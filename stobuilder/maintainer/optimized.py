"""Regenerate (or check) the optimised-exponent table:
``python -m stobuilder.maintainer.optimized [--last Rn] [--workers 2] [--keep DIR] [--check]``.

Every neutral ground state from H to ``--last`` is optimised with stobuilder.checks.atom.optimize_zeta
(process pool). The file holds no timestamps and repr floats, so regeneration on the machine
that made it is byte-identical. The heavy atoms take minutes each (hours for H–Rn on two cores):
--keep DIR stores each finished entry as DIR/<Symbol>.json and reuses the entries already there,
so an interrupted regeneration goes on where it stopped. --check writes nothing and compares the regenerated table with
the shipped one within ``TOLERANCES`` (stobuilder.maintainer.tablecheck): one line "equal within ..." with the
largest relative difference and its entry, or "differs: ..."; exit 1 when they differ.
"""

from __future__ import annotations

import argparse
import json
import sys
from concurrent.futures import ProcessPoolExecutor, as_completed
from pathlib import Path

from stobuilder.model.elements import atomic_number, element_symbol, ground_state
from stobuilder.core.files import atomic_write
from stobuilder.maintainer.tablecheck import Comparison, Tolerance, compare, report

DEFAULT_LAST = "Rn"

# Tolerances of a regeneration on another machine. The energy is stationary in ζ and the virial
# ratio −V/T is fixed at 2 by the optimum: both agree to rounding (measured across machines, H–Kr:
# 8e-16 and 2.5e-14 relative). ζ itself is refined by Newton steps until |ζ dE/dζ| < 1e-10 hartree,
# and two machines follow the same steps to within rounding (measured: 8.8e-12 relative, Cr 4s);
# 1e-10 leaves a margin and still tells any real change (1e-9 and more).
TOLERANCES = {"zeta": Tolerance(1e-10), "energy_hartree": Tolerance(1e-12), "virial_ratio": Tolerance(1e-12)}
TOLERANCE_TEXT = ", ".join(f"{k} {v}" for k, v in TOLERANCES.items())


def optimise_entry(symbol: str) -> dict:
    """The table entry of one neutral ground state."""
    from stobuilder.checks.atom import optimize_zeta

    r = optimize_zeta(symbol)
    return {
        "configuration": r.configuration,
        "state": r.state,
        "method": r.method,
        "energy_hartree": r.energy,
        "virial_ratio": r.virial_ratio,
        "zeta": r.zeta,
    }


def _kept(keep: Path | None, symbol: str) -> dict | None:
    if keep is None:
        return None
    try:
        return json.loads((keep / f"{symbol}.json").read_text(encoding="utf-8"))
    except FileNotFoundError:
        return None


def _store(keep: Path | None, symbol: str, entry: dict) -> None:
    if keep is not None:
        atomic_write(str(keep / f"{symbol}.json"), json.dumps(entry) + "\n")
        print(f"{symbol}: done", file=sys.stderr, flush=True)


def build_text(last: str = DEFAULT_LAST, workers: int = 2, keep: str | None = None) -> str:
    """The table text for H … ``last`` (entries stored in and reused from the folder ``keep``)."""
    symbols = [element_symbol(z) for z in range(1, atomic_number(last) + 1)]
    for s in symbols:
        ground_state(s)
    folder = Path(keep) if keep else None
    if folder is not None:
        folder.mkdir(parents=True, exist_ok=True)
    found = {s: e for s in symbols if (e := _kept(folder, s)) is not None}
    todo = sorted((s for s in symbols if s not in found), key=atomic_number, reverse=True)  # heaviest first
    if workers > 1 and len(todo) > 1:
        with ProcessPoolExecutor(max_workers=workers) as pool:
            futures = {pool.submit(optimise_entry, s): s for s in todo}
            for future in as_completed(futures):
                found[futures[future]] = future.result()
                _store(folder, futures[future], found[futures[future]])
    else:
        for symbol in todo:
            found[symbol] = optimise_entry(symbol)
            _store(folder, symbol, found[symbol])
    entries = [found[s] for s in symbols]
    doc = {
        "provenance": {
            "method": "exact one-centre STO integrals (stobuilder.exact.sto); SCF with PySCF drivers, RHF for closed "
            "shells, ROHF high-spin determinants otherwise, orbitals pure in (l, m); ζ of every occupied "
            "subshell minimised with analytic gradients (stobuilder.checks.atom.optimize_zeta) until "
            "|ζ dE/dζ| < 1e-10 hartree",
            "reference": "E. Clementi and D. L. Raimondi, J. Chem. Phys. 38, 2686 (1963) (same quantity)",
            "states": "neutral ground-state configurations of stobuilder.model.elements.ground_state",
            "units": {"zeta": "bohr^-1", "energy_hartree": "hartree"},
            "empty_subshells": "not in the table; the optimized rule gives an empty p partner the zeta of the s of its n",
            "regenerate": "python -m stobuilder.maintainer.optimized",
        },
        "elements": dict(zip(symbols, entries)),
    }
    return json.dumps(doc, indent=1, ensure_ascii=False) + "\n"


def compare_table(shipped: dict, fresh: dict) -> Comparison:
    """Compare two parsed tables (``build_text``'s layout) within TOLERANCES; texts exactly."""

    def tolerance_for(path):
        for key, tolerance in TOLERANCES.items():
            if key in path:
                return tolerance
        return Tolerance(1e-12)

    return compare(shipped, fresh, tolerance_for)


def table_path() -> Path:
    return Path(__file__).resolve().parent.parent / "screening" / "data" / "optimized_zeta.json"


def main(argv: list[str] | None = None) -> int:
    parser = argparse.ArgumentParser(prog="python -m stobuilder.maintainer.optimized", description=__doc__)
    parser.add_argument("--last", default=DEFAULT_LAST, help="last element of the table (default Rn)")
    parser.add_argument("--workers", type=int, default=2, help="processes (default 2)")
    parser.add_argument("--keep", metavar="DIR", help="store each finished entry in DIR and reuse those already there")
    parser.add_argument("--check", action="store_true",
                        help="write nothing; compare with the shipped table within tolerance (exit 1 if they differ)")
    args = parser.parse_args(argv)
    text = build_text(args.last, args.workers, args.keep)
    path = table_path()
    if args.check:
        try:
            shipped = json.loads(path.read_text(encoding="utf-8"))
        except (OSError, ValueError) as exc:
            print(f"{path}: differs: cannot read the shipped table ({exc})")
            return 1
        line, status = report(str(path), compare_table(shipped, json.loads(text)), TOLERANCE_TEXT)
        print(line)
        return status
    atomic_write(str(path), text)
    print(f"wrote {path}")
    return 0


if __name__ == "__main__":
    sys.exit(main())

## Directions
Gather up every line from the listing above in which the word "encoding" occurs.

## Output for this exercise
        return json.loads((keep / f"{symbol}.json").read_text(encoding="utf-8"))
            shipped = json.loads(path.read_text(encoding="utf-8"))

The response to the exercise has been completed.